Hello all. I needed to ask a question about sound quality. I currently have a alpine type r 1243 hooked up to a alpine mrp-650 amp. It is currently in a Ported box. MY problem is that i hit the lows like no other. But when it comes to hitting the high notes my subs seem to struggle. Actually they sound pretty ****ty, very little bass coming through when it tries to hit those notes. Can someone point me in a direction to catch those notes better. The sub is brand new, only been using it for 2 days, is there a chance that it will improve once its 'broken in'? thanks for looking.

Box Specs: brightstarcaraudio.com/Alpine-12-Type-R-Ported-Subwoofer-Enclosure-Box-p519.html


----------



## basicxj (Jan 1, 2008)

Reason said:


> Hello all. I needed to ask a question about sound quality. I currently have a alpine type r 1243 hooked up to a alpine mrp-650 amp. It is currently in a Ported box. MY problem is that i hit the lows like no other. But when it comes to hitting the high notes my subs seem to struggle. Actually they sound pretty ****ty, very little bass coming through when it tries to hit those notes. Can someone point me in a direction to catch those notes better. The sub is brand new, only been using it for 2 days, is there a chance that it will improve once its 'broken in'? thanks for looking.
> 
> Box Specs: brightstarcaraudio.com/Alpine-12-Type-R-Ported-Subwoofer-Enclosure-Box-p519.html


What high notes are we talking about? (You can identify the frequencies in Hz by downloading some test tones and burning to disk)

Realm of Excursion

You can also analyze the recording you are currently using to determine frequency using software.

Audacity: Free Audio Editor and Recorder

With that said, normally you would apply a low pass filter to keep high frequencies out of your subwoofer (those are better played by dedicated midbass speakers up front due to the ear's ability to localize higher frequencies). Typically you would want to filter frequencies out of the sub above approximately 60-100hz depending on your equipment, install and capabilities of your front speakers. If you expect the Type R to excel at reproducing frequencies higher than about 80hz it might be better to look at upgrading front speakers or improving/sealing up their install.


----------



## Reason (Aug 25, 2011)

Im burning 10hz - 123hz to a disc to see where it struggles. But I don't think i explained my self very well. Its not high frequency notes that I want my sub to hit, just the veery low bass notes that are in the higher octave, the ones that make your mirrors shake and could shatter glass. My sub does not hit those AT ALL its pathetic, any ideas?


----------



## minbari (Mar 3, 2011)

Reason said:


> Im burning 10hz - 123hz to a disc to see where it struggles. But I don't think i explained my self very well. Its not high frequency notes that I want my sub to hit, just the veery low bass notes that are in the higher octave, the ones that make your mirrors shake and could shatter glass. My sub does not hit those AT ALL its pathetic, any ideas?
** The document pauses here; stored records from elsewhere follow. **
package order

import (
	"cmp"
	"context"
	"fmt"
	"math"
	"slices"
	"strconv"
	"sync/atomic"

	"pairloom/sparse/chain"
	"pairloom/sparse/source"
)

// metric is a finite set of points with distances; its methods may be called side by
// side once prepare has returned.
type metric interface {
	size() int
	// prepare is called before within, with the scale.
	prepare(scale float64)
	// within appends the points v > u that are no farther from u than scale, ascending.
	within(u int, scale float64, to []near) []near
	// farthest is the largest distance from u, or any above most once there is one.
	farthest(u int, most float64) float64
}

// near is a point and its distance.
type near struct {
	v        uint32
	distance float64
}

// edgeSearch finds the edges of the flag complex of a metric.
type edgeSearch struct {
	path     string
	spec     source.Spec
	complex  *chain.Complex
	metric   metric
	held     uint64 // bytes that the metric takes
	threads  int
	progress source.Progress
	done     atomic.Uint64
}

// run counts the edges up to the scale, then lists them, twice as much work as listing
// alone, but in no more memory than they need. Over budget, only the shortest edges
// are listed, as many as fit: enough to find the scale up to which all simplices would.
func (s *edgeSearch) run(ctx context.Context) (*flag, error) {
	s.progress.Stage("order")
	n := s.metric.size()
	if uint64(n) >= math.MaxUint32 {
		return nil, &source.TooBig{Why: fmt.Sprintf("%s: %d points; at most 2^32-2 are possible", s.path, n)}
	}
	scale, err := s.scale(ctx)
	if err != nil {
		return nil, err
	}
	s.metric.prepare(scale)
	var own array[uint64]
	defer own.free()
	first := own.make(n + 1)
	bins, err := s.count(ctx, scale, first)
	if err != nil {
		return nil, err
	}
	all := first[n]
	if short := s.shorter(bins, all); short < scale {
		scale = short
		if _, err := s.count(ctx, scale, first); err != nil {
			return nil, err
		}
	}
	p := newPairs(int(first[n]))
	if err := s.list(ctx, scale, first, p); err != nil {
		p.free()
		return nil, err
	}
	f := newFlag(s.path, uint32(n), p)
	f.all, f.held = all, s.held
	return f, nil
}

// scale is spec.MaxScale or the enclosing radius.
func (s *edgeSearch) scale(ctx context.Context) (float64, error) {
	if s.spec.MaxScale != nil {
		return *s.spec.MaxScale, checkScale(s.spec)
	}
	var least atomic.Uint64 // a distance; bits of floats that are not negative ascend as they do
	least.Store(math.Float64bits(math.Inf(1)))
	n := s.metric.size()
	err := share(ctx, n, s.threads, func() func(lo, hi int) error {
		return func(lo, hi int) error {
			for u := lo; u < hi; u++ {
				far := math.Float64bits(s.metric.farthest(u, math.Float64frombits(least.Load())))
				for old := least.Load(); far < old && !least.CompareAndSwap(old, far); old = least.Load() {
				}
			}
			return nil
		}
	})
	radius := math.Float64frombits(least.Load())
	s.complex.Notes = append(s.complex.Notes, chain.Note{What: "cut at the enclosing radius " + strconv.FormatFloat(radius, 'g', -1, 64) + ", beyond which nothing changes; points", Count: uint64(n)})
	return radius, err
}

func checkScale(spec source.Spec) error {
	if r := spec.MaxScale; r != nil && (math.IsNaN(*r) || math.IsInf(*r, 0) || *r < 0) {
		return &source.UsageError{Why: fmt.Sprintf("--max-scale %v; a finite number of at least 0 was expected", *r)}
	}
	return nil
}

// lengthBins is how many intervals edge lengths are counted in: by their leading bits,
// which tell lengths apart that differ by a sixteenth.
const lengthBins = 1 << 16

func lengthBin(d float64) uint64 { return source.SortKey(d) >> 48 }

// count writes where each point's edges go and returns how many lengths are in each bin.
func (s *edgeSearch) count(ctx context.Context, scale float64, first []uint64) ([]uint64, error) {
	n := s.metric.size()
	bins := make([]atomic.Uint64, lengthBins)
	s.done.Store(0)
	err := share(ctx, n, s.threads, func() func(lo, hi int) error {
		var to []near
		own := make([]uint64, lengthBins)
		return func(lo, hi int) error {
			low, high := uint64(lengthBins), uint64(0)
			for u := lo; u < hi; u++ {
				to = s.metric.within(u, scale, to[:0])
				first[u+1] = uint64(len(to))
				for _, x := range to {
					bin := lengthBin(x.distance)
					low, high = min(low, bin), max(high, bin)
					own[bin]++
				}
			}
			for bin := low; bin <= high; bin++ {
				bins[bin].Add(own[bin])
				own[bin] = 0
			}
			s.progress.Advance(s.done.Add(uint64(hi-lo)), 2*uint64(n))
			return nil
		}
	})
	for u := range n {
		first[u+1] += first[u]
	}
	out := make([]uint64, lengthBins)
	for bin := range bins {
		out[bin] = bins[bin].Load()
	}
	return out, err
}

// shorter returns a length up to which the edges fit the budget, +∞ if all do.
func (s *edgeSearch) shorter(bins []uint64, all uint64) float64 {
	most := uint64(math.MaxUint32 - 1)
	if s.spec.MemoryBytes > 0 {
		base := s.held + bytesVertex*uint64(s.metric.size())
		most = min(most, (max(s.spec.MemoryBytes, base)-base)/bytesEdge(1))
	}
	if all <= most {
		return math.Inf(1)
	}
	bin, sum := uint64(0), uint64(0)
	for ; sum+bins[bin] <= most; bin++ {
		sum += bins[bin]
	}
	if bin <= lengthBin(0) {
		return -1 // not even those of length 0 fit
	}
	return fromSortKey(bin<<48 - 1)
}

// list writes the edges.
func (s *edgeSearch) list(ctx context.Context, scale float64, first []uint64, p *pairs) error {
	n := s.metric.size()
	return share(ctx, n, s.threads, func() func(lo, hi int) error {
		var to []near
		return func(lo, hi int) error {
			for u := lo; u < hi; u++ {
				to = s.metric.within(u, scale, to[:0])
				at := first[u]
				for i, x := range to {
					p.u[at+uint64(i)], p.v[at+uint64(i)], p.value[at+uint64(i)] = uint32(u), x.v, x.distance
				}
			}
			s.progress.Advance(s.done.Add(uint64(hi-lo)), 2*uint64(n))
			return nil
		}
	})
}

// extent is the range of one coordinate.
type extent struct {
	axis      int
	low, high float64
}

func (s *cloud) extents() []extent {
	out := make([]extent, s.d)
	for j := range out {
		out[j] = extent{j, s.at[j], s.at[j]}
	}
	for i := range s.n {
		for j, x := range s.point(i) {
			out[j].low, out[j].high = min(out[j].low, x), max(out[j].high, x)
		}
	}
	return out
}

// buckets is a grid over at most three coordinates, those with the widest range, with
// cells no narrower than the scale: points within it are in the same cell or in
// neighbouring ones.
type buckets struct {
	axes  []extent
	per   []int // cells along each axis
	first []uint32
	of    []uint32 // points by cell, ascending in each
	cell  []uint32 // of each point
}

const (
	bucketAxes = 3
	bucketsMax = 1 << 20 // along one axis: places in the grid are exact to far less than slack
	slack      = 1e-6
)

// prepare implements metric.
func (s *cloud) prepare(scale float64) {
	g := &buckets{axes: s.extents()}
	slices.SortStableFunc(g.axes, func(a, b extent) int { return cmp.Compare(b.high-b.low, a.high-a.low) })
	g.axes = g.axes[:min(len(g.axes), bucketAxes)]
	total := 1.0
	for _, x := range g.axes {
		n := 1.0
		if wide := x.high - x.low; wide > 1e-140 { // below, squares of differences vanish
			n = max(1, math.Floor(min(wide/(scale*(1+slack)), bucketsMax)))
		}
		g.per = append(g.per, int(n))
		total *= n
	}
	for total > float64(2*s.n+1) { // no more cells than points need
		i := slices.Index(g.per, slices.Max(g.per))
		total = total / float64(g.per[i]) * float64((g.per[i]+1)/2)
		g.per[i] = (g.per[i] + 1) / 2
	}
	g.fill(s)
	s.cells = g
}

func (g *buckets) fill(s *cloud) {
	total := 1
	for _, n := range g.per {
		total *= n
	}
	g.first, g.of, g.cell = make([]uint32, total+1), make([]uint32, s.n), make([]uint32, s.n)
	for i := range s.n {
		cell := 0
		for q, n := range g.per {
			cell = cell*n + g.place(q, s.point(i)[g.axes[q].axis])
		}
		g.cell[i] = uint32(cell)
		g.first[cell+1]++
	}
	for cell := range total {
		g.first[cell+1] += g.first[cell]
	}
	next := slices.Clone(g.first)
	for i, cell := range g.cell {
		g.of[next[cell]] = uint32(i)
		next[cell]++
	}
}

// place is the cell of a coordinate along the q-th axis.
func (g *buckets) place(q int, x float64) int {
	n := g.per[q]
	if n == 1 {
		return 0
	}
	a := g.axes[q]
	return min(int((x-a.low)*(float64(n)/(a.high-a.low))), n-1)
}

// within implements metric.
func (s *cloud) within(u int, scale float64, to []near) []near {
	g := s.cells
	limit, a := above(scale), s.point(u)
	var low, high [bucketAxes]int
	rest, runs := int(g.cell[u]), 0
	for q := len(g.per) - 1; q >= 0; q-- {
		at := rest % g.per[q]
		rest /= g.per[q]
		low[q], high[q] = max(at-1, 0), min(at+1, g.per[q]-1)
	}
	for x := low[0]; x <= high[0]; x++ {
		for y := low[1]; y <= high[1]; y++ {
			row := x
			if len(g.per) > 1 {
				row = row*g.per[1] + y
			}
			for z := low[2]; z <= high[2]; z++ {
				cell := row
				if len(g.per) > 2 {
					cell = cell*g.per[2] + z
				}
				before := len(to)
				to = s.scan(g.of[g.first[cell]:g.first[cell+1]], u, a, limit, scale, to)
				if len(to) > before {
					runs++
				}
			}
		}
	}
	if runs > 1 {
		slices.SortFunc(to, func(a, b near) int { return cmp.Compare(a.v, b.v) })
	}
	return to
}

// scan appends the points of one cell after u that are near enough.
func (s *cloud) scan(of []uint32, u int, a []float64, limit, scale float64, to []near) []near {
	at, _ := slices.BinarySearch(of, uint32(u)+1)
	for _, v := range of[at:] {
		sum := square(a, s.point(int(v)))
		if sum > limit {
			continue
		}
		if d := math.Sqrt(sum); d <= scale {
			to = append(to, near{v, d})
		}
	}
	return to
}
that doesnt really make any sense. if you are hitting seriously low freq, those will shake things much more than higher bass as higher bass vibrates more than shake.

at any rate, with out any actual numbers in Hz, it hard to help you. "it doesnt play the souds that break glass" dosent really give me a freqency. I can break glass with a tweeter


----------



## dragonrage (Feb 14, 2007)

If you're hitting 10Hz with a ported setup then you are tuned very low and it's obvious that the setup would have trouble with the higher notes. The excursion of a driver in a ported box jumps WAY up below the tuning frequency and will easily damage the driver, and a highpass filter is absolutely required. If you're truly hitting 10Hz then your box is all wrong.


----------



## Reason (Aug 25, 2011)

Thanks for all your replies, really appreciate the help



dragonrage said:


> If you're hitting 10Hz with a ported setup then you are tuned very low and it's obvious that the setup would have trouble with the higher notes. The excursion of a driver in a ported box jumps WAY up below the tuning frequency and will easily damage the driver, and a highpass filter is absolutely required. If you're truly hitting 10Hz then your box is all wrong.


Im starting to think I got the wrong box (or maybe my sub is still breaking in?). I think i might just get a sealed one. The difference between the highs and lows is ridiculous, the low lows hit to hard, and the higher octave lows(best way i can describe them) are weak as hell.

How do the specs on the box look to ya'll?


----------



## XtremeRevolution (Dec 3, 2010)

dragonrage said:


> If you're hitting 10Hz with a ported setup then you are tuned very low and it's obvious that the setup would have trouble with the higher notes. The excursion of a driver in a ported box jumps WAY up below the tuning frequency and will easily damage the driver, and a highpass filter is absolutely required. If you're truly hitting 10Hz then your box is all wrong.


He's not hitting 10hz. No prefabbed box will hit 10hz. That's just stupid. He's probably tuned way too high between 45 and 60 and its drowning out any and all frequencies below and above that, making them sound like they're not even there. 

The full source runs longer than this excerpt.